Integrating flash storage disaggregation techniques (e.g.., iSCSI and NVMeoF) into storage array designs shows great benefits of improving storage resource utilization and aggregating the performance of a bunch of storage devices  [1, 9]. Storage array manufacturers like Huawei, Pure Storage, Apeiron Data Systems, Kaminario, Pavilion Data Systems have released their storage array products and solutions that integrate NVMeoF target logic respectively. For example, OceanStor Dorado V6 uses NVMe over FC and RDMA as the front end interfaces of RAID 2.0 storage pools. E8 Storage combines the high performance of NVMe drives, the high availability and reliability of centralized storage, and the high scalability of scale-out solutions in a single storage array.
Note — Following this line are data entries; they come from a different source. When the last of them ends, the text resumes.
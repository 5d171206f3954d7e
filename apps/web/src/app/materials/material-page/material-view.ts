import {
  formatMeasured,
  formatNumber,
  type MaterialResults,
  type MonteCarloSummary,
} from '@gapwise/contracts';

/**
 * What the material page shows of a result: headline values with the precision their Monte Carlo
 * interval supports, per-neighbour bars and the μ(T) polyline. Pure, so the spec checks it.
 */

/** σ estimated from a 95 % interval of a roughly normal distribution: (p97.5 − p2.5)/3.92. */
export function sigmaOf(summary: MonteCarloSummary | undefined): number | null {
  if (!summary) return null;
  const s = (summary.p975 - summary.p025) / 3.92;
  return Number.isFinite(s) && s > 0 ? s : null;
}

export function headline(results: MaterialResults): { diffusion: string; mobility: string } {
  const mc = results.monteCarlo;
  return {
    diffusion: `${formatMeasured(results.diffusion, sigmaOf(mc?.diffusion))} cm² s⁻¹`,
    mobility: `${formatMeasured(results.mobility, sigmaOf(mc?.mobility))} cm² V⁻¹ s⁻¹`,
  };
}

export interface Bar {
  readonly label: string;
  readonly share: number;
  readonly percent: string;
}

export function contributionBars(labels: readonly string[], results: MaterialResults): Bar[] {
  return results.contributions.map((share, i) => ({
    label: labels[i] ?? `n${i + 1}`,
    share,
    percent: `${formatNumber(share * 100, 3)} %`,
  }));
}

/** SVG geometry of μ against T (log μ axis) in a 600 × 240 box with 60/20/20/40 margins. */
export function mobilityCurve(
  results: MaterialResults,
  temperatureK: number,
): {
  points: string;
  xTicks: { x: number; label: string }[];
  yTicks: { y: number; label: string }[];
  marker: { x: number; y: number } | null;
} {
  const pts = results.mobilityVsTemperature.filter((p) => p.mobility > 0);
  if (pts.length < 2) return { points: '', xTicks: [], yTicks: [], marker: null };
  const [x0, x1, y0, y1] = [60, 580, 200, 20];
  const tMin = pts[0].temperatureK;
  const tMax = pts[pts.length - 1].temperatureK;
  const logs = pts.map((p) => Math.log10(p.mobility));
  const lMin = Math.floor(Math.min(...logs) * 2) / 2;
  const lMax = Math.max(Math.ceil(Math.max(...logs) * 2) / 2, lMin + 0.5);
  const sx = (t: number) => x0 + ((t - tMin) / (tMax - tMin)) * (x1 - x0);
  const sy = (l: number) => y0 + ((l - lMin) / (lMax - lMin)) * (y1 - y0);
  const xTicks = [tMin, (tMin + tMax) / 2, tMax].map((t) => ({
    x: sx(t),
    label: formatNumber(t, 3),
  }));
  const yTicks: { y: number; label: string }[] = [];
  const step = lMax - lMin > 3 ? 1 : 0.5;
  for (let l = lMin; l <= lMax + 1e-9; l += step) {
    yTicks.push({ y: sy(l), label: formatNumber(10 ** l, 2) });
  }
  const own = pts.find((p) => p.temperatureK === temperatureK);
  return {
    points: pts
      .map((p, i) => `${sx(p.temperatureK).toFixed(1)},${sy(logs[i]).toFixed(1)}`)
      .join(' '),
    xTicks,
    yTicks,
    marker: own ? { x: sx(own.temperatureK), y: sy(Math.log10(own.mobility)) } : null,
  };
}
The E8-D24 and E8-S10 products of E8 Storage can deliver up to 10 million IOPS with 40 GBps throughput using 100 GbE or 100 Gbps InfiniBand connectivity.

6 Conclusion

This paper presents NV-BSP, an NVMe SSD-based Burst I/O Storage Pool that leverages the performance benefits of NVMe SSD, NVMeoF Protocol, and RDMA networks in HPC storage systems. NV-BSP disaggregates NVMe SSDs from HPC compute nodes to enhance the scalability of HPC storage systems, employs fine-grained chunks rather than physical NVMe SSD devices as the RAID-based data protection areas, and exploits high concurrent I/O processing model to alleviate the performance overhead from lock contentions and context switches in critical I/O path. We evaluated and analyzed the detailed behavior of NV-BSP. Compared with node-local SSDs in HPC, NV-BSP provides a full system solution of storage disaggregation, delivers comparable performance, and significantly improves system reliability. Compared with the built-in MD-RAID in Linux, NV-BSP achieves much better system performance. In future work, we will study global wear-leveling in NV-BSP to enhance the endurance of NVMe SSDs and QoS management scheme to create VDisk from NV-BSP with customized capacity and performance.